The endeavor consists of three main segments: the interlinking of northern Himalayan rivers, the southern peninsula river network, and intrastate river linkage. The Ministry of Jal Shakti oversees this initiative to address India's water challenges. An array of projects across these segments - 14 for Himalayan rivers, 37 for intrastate links, and 16 for the peninsular component - is managed by the National Water Development Agency.

Historically, the notion of river interlinking in India traces back to the British era, championed by engineer Arthur Cotton. His vision aimed at bolstering trade and addressing water scarcity. The concept evolved through the National Water Grid proposal by dam designer Dr. K.L. Rao. Established in 1982, the National Water Development Agency examined water resources and formulated river interlinking schemes, initiating implementation in 1999.

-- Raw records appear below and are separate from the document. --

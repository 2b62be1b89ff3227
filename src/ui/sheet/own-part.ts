/**
 * Wires of one output share a trunk. Each is drawn from where it leaves those drawn before it, so that no stretch is inked
 * twice and looks bolder than the rest.
 */

import type { Point } from '../../diagram/index.ts';

/** The end of `points` that none of the earlier routes from the same port has drawn; at least its last two points. */
export function ownPart(points: readonly Point[], earlier: readonly (readonly Point[])[]): readonly Point[] {
  return earlier.map(other => afterSharing(points, other)).reduce(shorter, points);
}

function shorter(a: readonly Point[], b: readonly Point[]): readonly Point[] {
  return lengthOf(b) < lengthOf(a) ? b : a;
}

/** `points` from where it parts from `other`; both start at the same port. */
function afterSharing(points: readonly Point[], other: readonly Point[]): readonly Point[] {
  for (let k = 0; k + 1 < points.length; k++) {
    const [start, end] = [points[k], points[k + 1]];
    const [otherStart, otherEnd] = [other[k], other[k + 1]];
    if (start === undefined || end === undefined) return points;
    if (otherStart === undefined || otherEnd === undefined || !isSame(start, otherStart)) return points.slice(k);
    if (isSame(end, otherEnd)) continue;
    if (!isAhead(start, end, otherEnd)) return points.slice(k);
    const rest = points.slice(k + 1);
    return distance(start, otherEnd) < distance(start, end) ? [otherEnd, ...rest] : rest;
  }
  return points.slice(-2);
}

/** Whether both lie in the same one of the four directions from `start`. */
function isAhead(start: Point, a: Point, b: Point): boolean {
  const sameX = Math.sign(a[0] - start[0]) === Math.sign(b[0] - start[0]);
  return sameX && Math.sign(a[1] - start[1]) === Math.sign(b[1] - start[1]);
}

function isSame(a: Point, b: Point): boolean {
  return a[0] === b[0] && a[1] === b[1];
}

function distance(a: Point, b: Point): number {
  return Math.abs(a[0] - b[0]) + Math.abs(a[1] - b[1]);
}

function lengthOf(points: readonly Point[]): number {
  return points.slice(1).reduce((sum, point, k) => sum + distance(points[k] ?? point, point), 0);
}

Benefits of these projects are manifold. Irrigation expands to arid zones, enabling agriculture in previously water-starved regions. Flood-prone areas benefit from efficient water diversion, curbing inundation risks. Moreover, drought-prone regions receive surplus water redirected from flood-endangered areas. However, the drawbacks entail substantial dam and reservoir construction, which can render fertile land unusable and induce food scarcity in construction locales.

In conclusion, India's diverse topography and climatic conditions necessitate innovative solutions. The river interlinking endeavor, driven by the National Water Development Agency, emerges as a strategic response. With its three-pronged approach - Himalayan, peninsular, and intrastate river connections - the project strives to alleviate water shortages and drought in various Indian states.